Em torno de um fogão à lenha e embalados por bons vinhos, os convidados (nenhum deles cozinheiro profissional) falaram sobre lembranças de sabores, cheiros e texturas que evocavam suas memórias afetivas.
Produziram então uma sopa rústica de mandioquinha, que foi servida com pecorino ralado na hora e torradas, bacalhau de nata, ragu de carne, arroz do sertão com charque e paio e bolo de carne. De sobremesa, bolo de cenoura com chocolate e mingau de tapioca.As receitas serviram de “ilustração” para o conceito tratado nas 165 páginas da obra: a psicologia da alimentação. Mestre em Psicologia Clínica pela New School for Social Research de Nova York, membro da Associação Internacional de Psicologia Analítica e fundador dos Cadernos Junguianos, Barcellos buscou, segundo ele, preencher um buraco na literatura sobre o tema.
Em vez de tratar dos transtornos de alimentação e das patologias causadas pela ansiedade dos comedores compulsivos, ele foi no caminho oposto. “Se retirarmos os transtornos alimentares, a literatura sobre psicologia e gastronomia é praticamente nula. Procurei preencher esse vazio. O livro é um trabalho sobre a imaginação da comida”, disse o autor.
Segundo Barcellos, o livro é também um “ato de resistência” contra a perda gradual do ritual da alimentação compartilhada na cada vez mais apressada sociedade moderna, que se contenta em comer com uma mão em 20 minutos, enquanto a outra é usada para dar prosseguimento ao trabalho.
O Banquete da Psique advoga a tese de que o declínio da refeição caseira e a aceleração do ato de comer no cotidiano de casa, trabalho e nas ruas, bem como o advento da comida rápida (do tipo lanche de micro-ondas) levou ao declínio do rito da refeição.
É na refeição compartilhada que as crianças aprendem a arte da conversação e adquirem os hábitos que caracterizam a civilização: repartir, ouvir, ceder, administrar as diferenças. Comer é, enfim, um ato cultural e simbólico.
“Alimentar-se não pode ser um ato solitário. Se for, é apenas nutricional. Comer, do ponto de vista da alma, é também um ato emocional. Se a gente perde o momento da refeição compartilhada, perde-se, do ponto de vista psicológico, o aspecto ritual da alimentação.
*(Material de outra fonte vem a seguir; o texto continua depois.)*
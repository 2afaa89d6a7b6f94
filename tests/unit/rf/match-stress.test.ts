import fc from 'fast-check';
import { describe, expect, it } from 'vitest';
import { lNetworkSolutions, withStresses, type MatchSolution } from '../../../shared/rf/match.ts';

// Hand computation: the textbook resistive L-network (Q = √(Rhigh/Rlow − 1), shunt reactance
// Rhigh/Q across the high side, series reactance Q·Rlow on the low side; e.g. the ARRL Handbook's
// L-network section, from memory), then Kirchhoff's current and voltage laws on the two elements
// with P = |I|²·R at each end. Identities: a lossless network delivers all its input power to the
// load (conservation), and its reactive powers add up to the input's minus the load's (Tellegen).

const P = 100;

function solutionWith(solutions: MatchSolution[], sourceSide: 'series' | 'shunt', positiveSeries: boolean): MatchSolution {
  return solutions.find((s) => s.sourceSide === sourceSide && s.elements.find((e) => e.position === 'series')!.reactanceOhm > 0 === positiveSeries)!;
}

describe('each element\'s voltage, current and reactive power, recomputed by hand', () => {
  it('matches 200 Ω to 50 Ω with the shunt element across the load (Q = √3)', () => {
    const s = solutionWith(withStresses(lNetworkSolutions({ re: 200, im: 0 }, { re: 50, im: 0 }, 7.1e6), P), 'series', true);
    expect(s.topology).toBe('shuntAtLoad');
    const [series, shunt] = s.elements as [NonNullable<MatchSolution['elements'][0]>, NonNullable<MatchSolution['elements'][0]>];
    // By hand: Xseries = 50·√3 = 86.60 Ω, Xshunt = 200/√3 = 115.47 Ω.
    // Load voltage √(P·200) = 141.42 V, across the shunt too; shunt current 141.42/115.47 = 1.2247 A.
    // Input current √(P/50) = 1.4142 A through the series element (KCL: √(0.7071² + 1.2247²) = 1.4142).
    // Series voltage 1.4142 · 86.60 = 122.47 V; each circulates 173.2 var.
    expect(Math.abs(series.reactanceOhm)).toBeCloseTo(86.6025, 3);
    expect(series.currentRmsA).toBeCloseTo(1.41421, 4);
    expect(series.voltageRmsV).toBeCloseTo(122.474, 2);
    expect(series.voltagePeakV).toBeCloseTo(122.474 * Math.SQRT2, 2);
    expect(shunt.voltageRmsV).toBeCloseTo(141.421, 2);
    expect(shunt.currentRmsA).toBeCloseTo(1.22474, 4);
    expect(Math.abs(series.reactivePowerVar!)).toBeCloseTo(173.205, 2);
    expect(Math.abs(shunt.reactivePowerVar!)).toBeCloseTo(173.205, 2);
    // An inductor absorbs reactive power, a capacitor supplies it.
    expect(Math.sign(series.reactivePowerVar!)).toBe(series.kind === 'inductor' ? 1 : -1);
    expect(Math.sign(shunt.reactivePowerVar!)).toBe(shunt.kind === 'inductor' ? 1 : -1);
  });

  it('matches 12.5 Ω to 50 Ω with the series element at the load (Q = √3)', () => {
    const s = solutionWith(withStresses(lNetworkSolutions({ re: 12.5, im: 0 }, { re: 50, im: 0 }, 7.1e6), P), 'shunt', true);
    expect(s.topology).toBe('seriesAtLoad');
    const [shunt, series] = s.elements as [NonNullable<MatchSolution['elements'][0]>, NonNullable<MatchSolution['elements'][0]>];
    // By hand: Xseries = 12.5·√3 = 21.65 Ω, Xshunt = 50/√3 = 28.87 Ω. Input voltage √(P·50) = 70.71 V
    // across the shunt: 70.71/28.87 = 2.4495 A. Load current √(P/12.5) = 2.8284 A through the series
    // element (KCL: √(1.4142² + 2.4495²) = 2.8284), dropping 2.8284 · 21.65 = 61.24 V.
    expect(shunt.voltageRmsV).toBeCloseTo(70.7107, 3);
    expect(shunt.currentRmsA).toBeCloseTo(2.44949, 4);
    expect(series.currentRmsA).toBeCloseTo(2.82843, 4);
    expect(series.voltageRmsV).toBeCloseTo(61.2372, 3);
    expect(Math.abs(shunt.reactivePowerVar!)).toBeCloseTo(173.205, 2);
    expect(Math.abs(series.reactivePowerVar!)).toBeCloseTo(173.205, 2);
  });

  it('leaves the solutions without figures when no power is given, and says which element faces the source', () => {
    const plain = lNetworkSolutions({ re: 12, im: -30 }, { re: 50, im: 0 }, 3.65e6);
    for (const s of plain) {
      expect(s.sourceSide).toBe(s.elements[0]!.position);
      for (const e of s.elements) expect(e.voltageRmsV).toBeUndefined();
    }
  });
});

describe('identities of a lossless network', () => {
  const impedance = fc.record({ re: fc.double({ min: 1, max: 2000, noNaN: true }), im: fc.double({ min: -2000, max: 2000, noNaN: true }) });

  it('delivers all of powerW to the load, and its reactive powers add up to the input\'s minus the load\'s', () => {
    fc.assert(
      fc.property(impedance, fc.double({ min: 5, max: 600, noNaN: true }), fc.double({ min: 0.1, max: 5000, noNaN: true }), (load, sourceR, powerW) => {
        for (const s of withStresses(lNetworkSolutions(load, { re: sourceR, im: 0 }, 14.2e6), powerW)) {
          // Follow the same circuit from the load end: the current into the load is that through the
          // series element when it sits at the load, else the input current less the shunt's.
          const inputCurrent2 = powerW / s.inputOhm.re;
          const loadSideElement = s.elements[s.elements.length - 1];
          let loadCurrent2: number;
          if (!loadSideElement) loadCurrent2 = inputCurrent2;
          else if (loadSideElement.position === 'series') loadCurrent2 = loadSideElement.currentRmsA! ** 2;
          else {
            // Shunt at the load: the load has the shunt's voltage across it.
            loadCurrent2 = loadSideElement.voltageRmsV! ** 2 / (load.re ** 2 + load.im ** 2);
          }
          const loadPower = loadCurrent2 * load.re;
          expect(Math.abs(loadPower - powerW)).toBeLessThanOrEqual(1e-8 * powerW);
          const reactive = s.elements.reduce((sum, e) => sum + e.reactivePowerVar!, 0) + loadCurrent2 * load.im;
          const inputReactive = inputCurrent2 * s.inputOhm.im;
          const scale = powerW + s.elements.reduce((sum, e) => sum + Math.abs(e.reactivePowerVar!), 0) + Math.abs(loadCurrent2 * load.im);
          expect(Math.abs(reactive - inputReactive)).toBeLessThanOrEqual(1e-8 * scale);
        }
      }),
      { numRuns: 300 },
    );
  });
});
Com a extinção desse hábito, perde-se também o aprendizado da convivência e do compartilhamento”, disse Barcellos.
Entre os exemplos de comidas “memorialistas” e que “aconchegam” e nutrem além do nível físico, o livro aborda como comidas da alma (soul food) os purês, pirões, polentas, mingaus e compotas que estão ligadas às raízes e tradições familiares e regionais.
São comidas carregadas de lembranças felizes, como um breve recesso ao lar da infância. Essa comida caseira acrescida de toques de sofisticação ganhou de alguns chefs, em um impulso revisionista, o nome de “comfort food”.
Um capítulo à parte do livro trata do “erotismo” dos alimentos doces. “A alimentação doce tem uma carga simbólica e de fantasia mais explícita e mais forte. Provoca mais fantasias, desejos, repulsa, impulsos. Tem uma carga emocional mais forte”, disse Barcellos.
Em seu livro, ele trata o doce como um alimento passional, e a sobremesa como o momento mais delicado e luxuriante. “A nutrição doce é lúdica, explora e excita a criança arquetípica.”
A lição que fica ao final do livro é que existem mais coisa entre o garfo e a boca do que pode imaginar a nossa vã filosofia.